Wednesday, December 25, 2013

[Film] Telling stories for Lao American audiences

Over at Io9.Com they had an interesting question: "Why does every story have to be an Earth-shattering epic? They were responding namely a certain sense of sameness in most of the major films coming out now. It goes well with their other discussion The Reason Why So Many Movies Seem So Similar. I'd also point out their article, 10 Lessons That We Hope 2013 Has Taught the Entertainment Industry.

It's important to me as we start seeing an increase in the number of films coming out of Laos, particularly from the work of the Lao New Wave Directors such as Anysay Keola and Mattie Do, and the infrastructure the Luang Prabang Film Festival and the Vientianeale International Film Festival are building. I think it's vitally important that Lao cinema first be by our community for community, and not merely pandering, trying to cash in on the curiosity of foreigners.


To build an international audience is laudable and should be kept in mind, but not at the expense of telling ourselves the stories we want to hear. To narrate our perspective in our own words, on our own terms. This last matter is a particularly egregious failing of one movie currently making the rounds this year, where we would be hard pressed to call it an authentic Lao movie despite being supposedly set in "Laos." One can argue there are several such films already in the pipeline trying to Lao stories without actually embracing the Lao who must still be Lao long after the filmmakers have gone back home to wherever they hail from.

With well over 400,000 Laotians in the US, Canada, France, Australia, Japan, England, Germany, and elsewhere, we are presented with a very interesting market and opportunity for the aspiring Lao film-maker in Laos. There are spoken and unspoken constraints regarding what will fly both within Laos and abroad. There are some conversations we can't have. But there are many others we should not neglect if Lao culture is to realize its full potential.

How can Lao cinema embrace the best principles of democracy while being artistically innovative, not only for world recognition, but to create a wondrous legacy for the generations of Lao yet to come?


The folks over at Io9 are making some great points I want to highlight because I think they can apply not only to movies of the fantastic or the futuristic, but to all genres.

They made note of one screenwriter's frustrations with the current Hollywood process. "They all seemed to have the same notes. 1) the main character has to be the only person who could possibly be the hero of this script. They have an epic destiny or a very specific set of skills that make them perfect. Gone are the days when a protagonist could be an anybody who happened to be in the right place at the wrong time. 2) the stakes have to be raised. No matter how high the stakes are now, they need to be higher. This can't be about one small town, it has to have the possibility to leak into the whole world. It can't be about one man or woman saving their child. In the process, they also have to stop the villains from taking over the government."

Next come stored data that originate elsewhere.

def _flash_used(inputs, total_flash):
    """(flash steam that displaces boiler steam, flash steam vented above the demand), kg/s.

    A receiver vented by design uses none and the record counts all of it as the loss; without a stated
    demand all the flash steam is taken as used.
    """
    if inputs.vented or inputs.lp_demand is None or total_flash <= inputs.lp_demand:
        return total_flash, 0.0
    return inputs.lp_demand, total_flash - inputs.lp_demand


def _water_credit(inputs, site, total_flash, makeup, result):
    # Vented, the flash steam's water is lost and made up; used, it stays in the system and
    # displaces boiler steam, so that much make-up water (and its treatment) is not bought.
    if site.water_cost is None or site.operating_hours is None:
        return None
    volume, cost = annual_water_cost(total_flash, makeup.density, site.operating_hours, site.water_cost)
    when = "lost while vented" if inputs.vented else "saved"
    result.work(f"Make-up water a year {'lost' if inputs.vented else 'saved'}", "V = m_flash · t / ρ_makeup",
                "m_flash*t/rho_makeup", volume, "m**3", m_flash=(total_flash * 3600, "kg/h"),
                t=(site.operating_hours, "h"), rho_makeup=(makeup.density, "kg/m**3"))
    # Money: a lookup of its operands, as the fuel cost.
    currency = site.water_cost.currency
    result.work(f"Water cost a year {'lost' if inputs.vented else 'saved'}", "C_w = V · water cost",
                "at_price(V, water_cost)", cost, currency, V=(volume, "m**3"),
                water_cost=(site.water_cost.per_m3, f"{currency}/m**3"))
    result.add("annual_water_saved", f"Make-up water a year ({when})", volume, "m**3")
    result.add("annual_water_cost_saving", f"Make-up water and treatment cost a year ({when})", cost,
               site.water_cost.currency)
    result.assumptions.append(
        f"Water credit at the site's make-up water cost of {site.water_cost} (make-up water and treatment) on the flash "
        "steam's mass: vented it is lost and made up, used it displaces boiler steam; the residual condensate "
        "is taken as returned either way and earns no credit")
    return cost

There are stories for which this is appropriate, but can Lao cinema, in its present nascent state sidestep this largely formulaic and overexposed model regularly to create its own distinctive voice? Can it do so while remaining enjoyable and coherent entertainment? If you ask an audience to watch something for 90 minutes to 2 hours in this day and age, there should be a pay-off that's transformative for them. As I have counseled so many other writers, the point is not to sound like the authors we have, but to forge our own distinctive voice, wherever that may take us. This is not to say we blind ourselves to the work others have done, but it must still strive to be a unique participant within the grand conversations.

As a writer, I always remember the old reviewer who half-jokingly remarked that his criteria is: "Is this film more enjoyable than watching a film of the same actors sitting around talking about how they made the film?" That's a good baseline for success, but not the only one, of course.


IO9 made some great points, such as "Some stories are better smaller. The truth is that some stories are folk tales, not sagas; a tighter focus doesn't make them inherently less worthy, and their stakes are no less crucial to the story for being closer to home."

I also appreciated their points that no one, and that means -no one- is coming out to films for generic pretty or cool anymore. We also see a lot of receptiveness towards female leads.  This is all very compatible with both Lao values and Lao resources for making films. I think we can easily build upon that.

We should not seek to merely imitate, but innovate. The Japanese writer Yamano Koichi suggested, there are three phases to building a literary tradition. It's like building a house, the apex of which is Yamano's third phase, Putting Up A New House ( or "creative departure"). It's here that Yamano contends a country has found it's own original voice, one that eschewed Anglo-American models. At this point, the artists are presenting work informed by their own traditional and contemporary culture and worldviews.

So, for Lao in the US, in Laos, and anywhere abroad beginning to tackle this issue, we must go at it with a risky abandon, a love and curiosity about our heritage, and a sense of engaged voices that don't reinforce what we think we know about ourselves, but instead create plurality. Lao cinema must embrace our diversity and find a way to be comfortable within that.

But what are stories and trends you see emerging that you'd like to see more of, or less of?